▸ **Work request**:
Print the data that follows without changing a single word.

▸ **Provided records**:
□ □ □ □ □

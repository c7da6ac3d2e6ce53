"""API keys and scopes (API.md: 401 no or unknown key, 403 key lacks the scope; 'Authorization: Bearer <key>')."""

from __future__ import annotations

import pytest
from fastapi.testclient import TestClient
from pydantic import ValidationError

from service.app import create_app
from service.settings import Settings
from tests.conftest import records_from

FIT_KEY = "fit-key-0123456789abcdef"
READ_KEY = "read-key-0123456789abcdef"
ALL_KEY = "all-key-0123456789abcdef"


@pytest.fixture
def secured(tmp_path):
    settings = Settings(store_dir=tmp_path / "store",
                        api_keys={FIT_KEY: ["fit"], READ_KEY: ["read"], ALL_KEY: ["fit", "read", "assign", "drift"]})
    with TestClient(create_app(settings)) as client:
        yield client


def bearer(key: str) -> dict[str, str]:
    return {"Authorization": f"Bearer {key}"}


def _fit(client, iris, headers=None):
    return client.post("/v1/segmentations/shop/fit", json={"records": records_from(iris), "k": 2}, headers=headers)


@pytest.mark.parametrize(
    "headers",
    [None, bearer("not-a-known-key-at-all"), {"Authorization": FIT_KEY}, {"Authorization": f"Basic {FIT_KEY}"},
     {"Authorization": "Bearer "}],
    ids=["no-header", "unknown-key", "no-scheme", "wrong-scheme", "empty-key"],
)
def test_fit_without_a_valid_key_is_401_and_writes_nothing(secured, iris, headers):
    response = _fit(secured, iris, headers)
    assert response.status_code == 401
    assert response.headers["www-authenticate"] == "Bearer"
    assert response.json()["detail"]
    assert secured.get("/v1/segmentations", headers=bearer(READ_KEY)).json() == {"segmentations": []}


def test_fit_with_a_read_only_key_is_403(secured, iris):
    response = _fit(secured, iris, bearer(READ_KEY))
    assert response.status_code == 403
    assert "fit" in response.json()["detail"]
    assert secured.get("/v1/segmentations", headers=bearer(READ_KEY)).json() == {"segmentations": []}


def test_fit_with_the_fit_scope_is_201(secured, iris):
    assert _fit(secured, iris, bearer(FIT_KEY)).status_code == 201


def test_reads_need_the_read_scope(secured, iris):
    _fit(secured, iris, bearer(FIT_KEY))
    for path in ("/v1/segmentations", "/v1/segmentations/shop", "/v1/segmentations/shop/versions/1"):
        assert secured.get(path).status_code == 401
        assert secured.get(path, headers=bearer(FIT_KEY)).status_code == 403
        assert secured.get(path, headers=bearer(READ_KEY)).status_code == 200
        assert secured.get(path, headers=bearer(ALL_KEY)).status_code == 200


def test_live_and_label_need_the_fit_scope(secured, iris):
    _fit(secured, iris, bearer(FIT_KEY))
    _fit(secured, iris, bearer(FIT_KEY))
    live = ("put", "/v1/segmentations/shop/live", {"version": 2})
    label = ("patch", "/v1/segmentations/shop/versions/1/segments/0", {"label": "x"})
    for method, path, body in (live, label):
        call = getattr(secured, method)
        assert call(path, json=body).status_code == 401
        assert call(path, json=body, headers=bearer(READ_KEY)).status_code == 403
        assert call(path, json=body, headers=bearer(FIT_KEY)).status_code == 200
    assert secured.get("/v1/segmentations/shop", headers=bearer(READ_KEY)).json()["live_version"] == 2


@pytest.mark.parametrize("path", ["/healthz", "/readyz", "/metrics"])
def test_health_endpoints_need_no_key(secured, path):
    assert secured.get(path).status_code == 200


def test_auth_is_off_without_keys(client, iris):
    assert _fit(client, iris).status_code == 201
    assert client.get("/v1/segmentations").status_code == 200


@pytest.mark.parametrize("keys", [{"short": ["fit"]}, {"a-long-enough-key-123": ["admin"]}], ids=["short-key", "bad-scope"])
def test_unsafe_key_settings_are_refused_at_start_up(tmp_path, keys):
    with pytest.raises(ValidationError):
        Settings(store_dir=tmp_path, api_keys=keys)
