"""The live recorder's backlog on /metrics (issue 9, load): the bytes queued for the live counts and the
times an assign call had to tally the queue itself. References: the definition of the queued bytes (rows x
features x 8 bytes of float64 values) and the Prometheus text format (prometheus_client's own parser); the
bound itself is checked in tests/live/test_live_counts.py."""

from __future__ import annotations

from fastapi.testclient import TestClient
from prometheus_client.parser import text_string_to_metric_families

from service.app import create_app
from service.settings import Settings
from tests.conftest import records_from


def scraped(client, name: str) -> float:
    for family in text_string_to_metric_families(client.get("/metrics").text):
        for sample in family.samples:
            if sample.name == name:
                return sample.value
    raise AssertionError(f"{name} not exposed")


def test_live_queue_gauges_follow_the_backlog(tmp_path, iris):
    records = records_from(iris)
    with TestClient(create_app(Settings(store_dir=tmp_path / "s"))) as client:
        assert client.post("/v1/segmentations/shop/fit", json={"records": records, "k": 3}).status_code == 201
        live = client.app.state.live
        live.stop()                 # no background tally from here on: what assign queues stays queued
        assert scraped(client, "segscore_live_queue_bytes") == 0
        assert client.post("/v1/segmentations/shop/assign", json={"records": records}).status_code == 200
        assert scraped(client, "segscore_live_queue_bytes") == len(records) * len(iris.feature_names) * 8
        assert scraped(client, "segscore_live_inline_tallies") == 0
        live.max_queued_bytes = 1   # the next batch passes the bound: the assign call tallies the queue itself
        assert client.post("/v1/segmentations/shop/assign", json={"records": records}).status_code == 200
        assert scraped(client, "segscore_live_queue_bytes") == 0
        assert scraped(client, "segscore_live_inline_tallies") == 1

□ □ □ □ □

▸ **Result**:
repository c7da6ac3d2e6ce53
"""API keys and scopes (API.md: 401 no or unknown key, 403 key lacks the scope; 'Authorization: Bearer <key>')."""

from __future__ import annotations

import pytest
from fastapi.testclient import TestClient
from pydantic import ValidationError

from service.app import create_app
from service.settings import Settings
from tests.conftest import records_from

FIT_KEY = "fit-key-0123456789abcdef"
READ_KEY = "read-key-0123456789abcdef"
ALL_KEY = "all-key-0123456789abcdef"


@pytest.fixture
def secured(tmp_path):
    settings = Settings(store_dir=tmp_path / "store",
                        api_keys={FIT_KEY: ["fit"], READ_KEY: ["read"], ALL_KEY: ["fit", "read", "assign", "drift"]})
    with TestClient(create_app(settings)) as client:
        yield client


def bearer(key: str) -> dict[str, str]:
    return {"Authorization": f"Bearer {key}"}


def _fit(client, iris, headers=None):
    return client.post("/v1/segmentations/shop/fit", json={"records": records_from(iris), "k": 2}, headers=headers)


@pytest.mark.parametrize(
    "headers",
    [None, bearer("not-a-known-key-at-all"), {"Authorization": FIT_KEY}, {"Authorization": f"Basic {FIT_KEY}"},
     {"Authorization": "Bearer "}],
    ids=["no-header", "unknown-key", "no-scheme", "wrong-scheme", "empty-key"],
)
def test_fit_without_a_valid_key_is_401_and_writes_nothing(secured, iris, headers):
    response = _fit(secured, iris, headers)
    assert response.status_code == 401
    assert response.headers["www-authenticate"] == "Bearer"
    assert response.json()["detail"]
    assert secured.get("/v1/segmentations", headers=bearer(READ_KEY)).json() == {"segmentations": []}


def test_fit_with_a_read_only_key_is_403(secured, iris):
    response = _fit(secured, iris, bearer(READ_KEY))
    assert response.status_code == 403
    assert "fit" in response.json()["detail"]
    assert secured.get("/v1/segmentations", headers=bearer(READ_KEY)).json() == {"segmentations": []}


def test_fit_with_the_fit_scope_is_201(secured, iris):
    assert _fit(secured, iris, bearer(FIT_KEY)).status_code == 201


def test_reads_need_the_read_scope(secured, iris):
    _fit(secured, iris, bearer(FIT_KEY))
    for path in ("/v1/segmentations", "/v1/segmentations/shop", "/v1/segmentations/shop/versions/1"):
        assert secured.get(path).status_code == 401
        assert secured.get(path, headers=bearer(FIT_KEY)).status_code == 403
        assert secured.get(path, headers=bearer(READ_KEY)).status_code == 200
        assert secured.get(path, headers=bearer(ALL_KEY)).status_code == 200


def test_live_and_label_need_the_fit_scope(secured, iris):
    _fit(secured, iris, bearer(FIT_KEY))
    _fit(secured, iris, bearer(FIT_KEY))
    live = ("put", "/v1/segmentations/shop/live", {"version": 2})
    label = ("patch", "/v1/segmentations/shop/versions/1/segments/0", {"label": "x"})
    for method, path, body in (live, label):
        call = getattr(secured, method)
        assert call(path, json=body).status_code == 401
        assert call(path, json=body, headers=bearer(READ_KEY)).status_code == 403
        assert call(path, json=body, headers=bearer(FIT_KEY)).status_code == 200
    assert secured.get("/v1/segmentations/shop", headers=bearer(READ_KEY)).json()["live_version"] == 2


@pytest.mark.parametrize("path", ["/healthz", "/readyz", "/metrics"])
def test_health_endpoints_need_no_key(secured, path):
    assert secured.get(path).status_code == 200


def test_auth_is_off_without_keys(client, iris):
    assert _fit(client, iris).status_code == 201
    assert client.get("/v1/segmentations").status_code == 200


@pytest.mark.parametrize("keys", [{"short": ["fit"]}, {"a-long-enough-key-123": ["admin"]}], ids=["short-key", "bad-scope"])
def test_unsafe_key_settings_are_refused_at_start_up(tmp_path, keys):
    with pytest.raises(ValidationError):
        Settings(store_dir=tmp_path, api_keys=keys)
"""The live recorder's backlog on /metrics (issue 9, load): the bytes queued for the live counts and the
times an assign call had to tally the queue itself. References: the definition of the queued bytes (rows x
features x 8 bytes of float64 values) and the Prometheus text format (prometheus_client's own parser); the
bound itself is checked in tests/live/test_live_counts.py."""

from __future__ import annotations

from fastapi.testclient import TestClient
from prometheus_client.parser import text_string_to_metric_families

from service.app import create_app
from service.settings import Settings
from tests.conftest import records_from


def scraped(client, name: str) -> float:
    for family in text_string_to_metric_families(client.get("/metrics").text):
        for sample in family.samples:
            if sample.name == name:
                return sample.value
    raise AssertionError(f"{name} not exposed")


def test_live_queue_gauges_follow_the_backlog(tmp_path, iris):
    records = records_from(iris)
    with TestClient(create_app(Settings(store_dir=tmp_path / "s"))) as client:
        assert client.post("/v1/segmentations/shop/fit", json={"records": records, "k": 3}).status_code == 201
        live = client.app.state.live
        live.stop()                 # no background tally from here on: what assign queues stays queued
        assert scraped(client, "segscore_live_queue_bytes") == 0
        assert client.post("/v1/segmentations/shop/assign", json={"records": records}).status_code == 200
        assert scraped(client, "segscore_live_queue_bytes") == len(records) * len(iris.feature_names) * 8
        assert scraped(client, "segscore_live_inline_tallies") == 0
        live.max_queued_bytes = 1   # the next batch passes the bound: the assign call tallies the queue itself
        assert client.post("/v1/segmentations/shop/assign", json={"records": records}).status_code == 200
        assert scraped(client, "segscore_live_queue_bytes") == 0
        assert scraped(client, "segscore_live_inline_tallies") == 1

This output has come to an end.